As a 9 year old, I had to hide my love for Madonna when she came out with "Like A Prayer." Then, at 16 years old and when I was about to come out to him, Ellen Degeneres beat me to it and his absolute disgust told me I'd better hide my queerness. After that, I had to hide anytime I had a relationship with someone who wasn't a cisgender male. I was willing to be quiet about those things when it was just my heart I had to worry about. When it's my children's hearts, though, I'm not so willing to overlook the devastation that is identity erasure.

My definition of unconditional love is just that: unconditional. My estranged father will not talk about my daughter's pronouns, nor will he even answer the direct question of whether he'll honor her pronouns upon request. Though done with a smile, this identity erasure is a form of insidious violence that I refuse to subject my children to. Though he insists he would never hurt my children — and I know he truly believes this — what he doesn't get is that in many ways silent violence is worse.
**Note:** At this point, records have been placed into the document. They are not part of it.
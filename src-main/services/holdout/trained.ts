/**
 * The workspace's current trained models as rankers over the whole catalogue, plus the validated blend
 * (the hybrid) per customer, for everything that ranks per customer (the holdout evaluation, the per-customer export). Loaded
 * once per call from the model store; a model trained on another catalogue size is left out with a note.
 */
import { describeBlend, type BlendSpec } from '../../core/eval/validated-blend.ts';
import { customerItemSets } from '../../core/matrix/by-customer.ts';
import { buildInteractionMatrix } from '../../core/matrix/build.ts';
import type { Csr } from '../../core/matrix/csr.ts';
import { loadContent } from '../../core/models/content.ts';
import { loadEase } from '../../core/models/ease.ts';
import { loadIals } from '../../core/models/ials.ts';
import { loadItemKnn } from '../../core/models/itemknn.ts';
import { fitPopularity, loadPopularity, PopularityModel, RECENT_POPULARITY } from '../../core/models/popularity.ts';
import type { ModelKind, Scorer } from '../../core/models/scorer.ts';
import { BlendScorer } from '../../core/scoring/blend-scorer.ts';
import type { Dataset } from '../../core/types.ts';
import { BlendRepo } from '../../store/blends.ts';
import { ModelRepo } from '../../store/models.ts';
import type { Db } from '../../store/workspace.ts';

const LOADERS: Record<Exclude<ModelKind, 'random'>, (b: Uint8Array) => Scorer> = {
  content: loadContent,
  itemknn: loadItemKnn,
  ials: loadIals,
  ease: loadEase,
  popularity: loadPopularity,
};

/** Order of the rows of every table: the learned models, then the popularity baseline. */
export const RANKED_KINDS = ['content', 'itemknn', 'ials', 'ease', 'popularity'] as const;

export interface TrainedModels {
  /** The interaction matrix (kind weights, no decay) the history-based models read rows from. */
  matrix: Csr;
  scorers: Map<string, Scorer>;
  /** The validated blend over the loaded models, per customer; null when nothing could be loaded. */
  blend: BlendScorer | null;
  /** What the blend is and why, as stored by training (or the fallback used when none is stored). */
  blendInfo: BlendSpec & { reason: string; validated: boolean };
  /** What the hybrid is, in words ("0.65 itemknn + 0.35 popularity (ranks per customer)", "is ease"). */
  weightsFrom: string;
  /** The instant freshness and trend are measured at: the latest signal time (deterministic, never the clock). */
  date: number;
  notes: string[];
}

/**
 * The validated blend stored by the latest training (store/blends.ts). A workspace trained before blends
 * were stored has none: the hybrid is then the first trained of item-kNN, EASE, iALS, content, popularity,
 * unvalidated, with content for cold items, and a note asks for a retrain.
 */
export function storedBlend(db: Db, available: ReadonlySet<string>): { spec: BlendSpec & { reason: string; validated: boolean }; note: string | null } {
  const stored = new BlendRepo(db).current();
  if (stored) return { spec: stored.blend, note: null };
  const model = (['itemknn', 'ease', 'ials', 'content', 'popularity'] as const).find((m) => available.has(m)) ?? 'itemknn';
  const coldContent = available.has('content') && model !== 'content';
  return {
    spec: { kind: 'single', model, normalisation: 'zscore', weights: { [model]: 1 }, coldContent, validated: false, reason: `no validated blend is stored: the hybrid is ${model} until the next training` },
    note: 'no validated blend is stored with these models: run train to learn one',
  };
}

/** Latest signal time, else latest item date, else 0: a reproducible "now" for freshness and trend. */
export function datasetDate(ds: Dataset): number {
  let t = -Infinity;
  const at = ds.signals.at;
  for (let k = 0; k < ds.signals.length; k++) if (at[k]! > t) t = at[k]!;
  if (t === -Infinity) for (const it of ds.items) if (it.addedAt !== null && it.addedAt > t) t = it.addedAt;
  return t === -Infinity ? 0 : t;
}

export function loadTrainedModels(db: Db, ds: Dataset): TrainedModels {
  const repo = new ModelRepo(db);
  const notes: string[] = [];
  const scorers = new Map<string, Scorer>();
  const n = ds.items.length;
  for (const kind of RANKED_KINDS) {
    const stored = repo.loadCurrent(kind);
    if (!stored) continue;
    const model = LOADERS[kind](stored.bytes);
    if (model.itemCount !== n) {
      notes.push(`${kind} was trained on ${model.itemCount} items, the catalogue has ${n}: left out until retrained`);
      continue;
    }
    scorers.set(kind, model);
  }
  const matrix = buildInteractionMatrix(ds);
  const date = datasetDate(ds);
  const { spec, note } = storedBlend(db, new Set(scorers.keys()));
  if (note) notes.push(note);
  let blend: BlendScorer | null = null;
  if (scorers.size > 0) {
    blend = new BlendScorer(spec, scorers, columnCounts(matrix));
    if (blend.missing.length) notes.push(`the validated blend's ${blend.missing.join(', ')} is no longer trained: left out, the other weights rescaled (retrain)`);
  } else notes.push('no model is trained: the hybrid is left out (run train first)');
  // The "popularity" row stays the all-time count of customers, the baseline every table (and the quality
  // reference's popularity) is read against; a trained recent popularity, which the blend above serves, is a
  // row of its own.
  const pop = scorers.get('popularity');
  if (pop instanceof PopularityModel && pop.fitHalfLifeDays !== null) {
    scorers.set('popularity', fitPopularity(matrix).model);
    scorers.set(RECENT_POPULARITY, pop);
    notes.push(`popularity in the hybrid counts recent customers (half-life ${pop.fitHalfLifeDays} d, row ${RECENT_POPULARITY}); the popularity row is all-time counts`);
  }
  return { matrix, scorers, blend, blendInfo: spec, weightsFrom: `${describeBlend(spec)}${spec.validated ? '' : ', not validated'}`, date, notes };
}

/** The validated blend over the current models, for audiences' relevance (the curation world); null without models. */
export function blendOf(db: Db, ds: Dataset): { scorer: BlendScorer; history: Csr } | null {
  const t = loadTrainedModels(db, ds);
  return t.blend ? { scorer: t.blend, history: t.matrix } : null;
}

/** Customers per item (stored entries per column). */
export function columnCounts(m: Csr): Int32Array {
  const out = new Int32Array(m.cols);
  const end = m.indptr[m.rows]!;
  for (let p = 0; p < end; p++) out[m.indices[p]!]!++;
  return out;
}

/**
 * Every (customer, item) pair the workspace holds, whatever the signal's kind or value, as a binary CSR:
 * what a customer "already has". A low rating still means the customer knows the item, so it is excluded
 * from their list even though it carries no positive weight in the interaction matrix.
 */
export function ownedMatrix(ds: Dataset): Csr {
  return customerItemSets(ds.signals, ds.customerIds.length, ds.items.length);
}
It's the kind of violence that turns hatred inward. It's the kind of violence that causes kids to contemplate suicide and feel totally alone in the world. The reason I know this is because I was one of those kids.

In my definition of unconditional, my son and I can get angry with one another, frustrated with a certain set of behavior, and even disagree, and still, always, love one another. I will always believe my son. I will always respect him and love him. I will show him that love by honoring his ability to self-identify.

This is one of the reasons I chose to have children with my your father, my dear son. I knew he would never expect you to hide who you are. He wants to know you fully and that might mean confronting some things he disagrees with or doesn't understand, but he will face those things head on. He will ask you to teach him when he doesn't understand, and he will never ask you to pretend to be something you're not just to make him comfortable.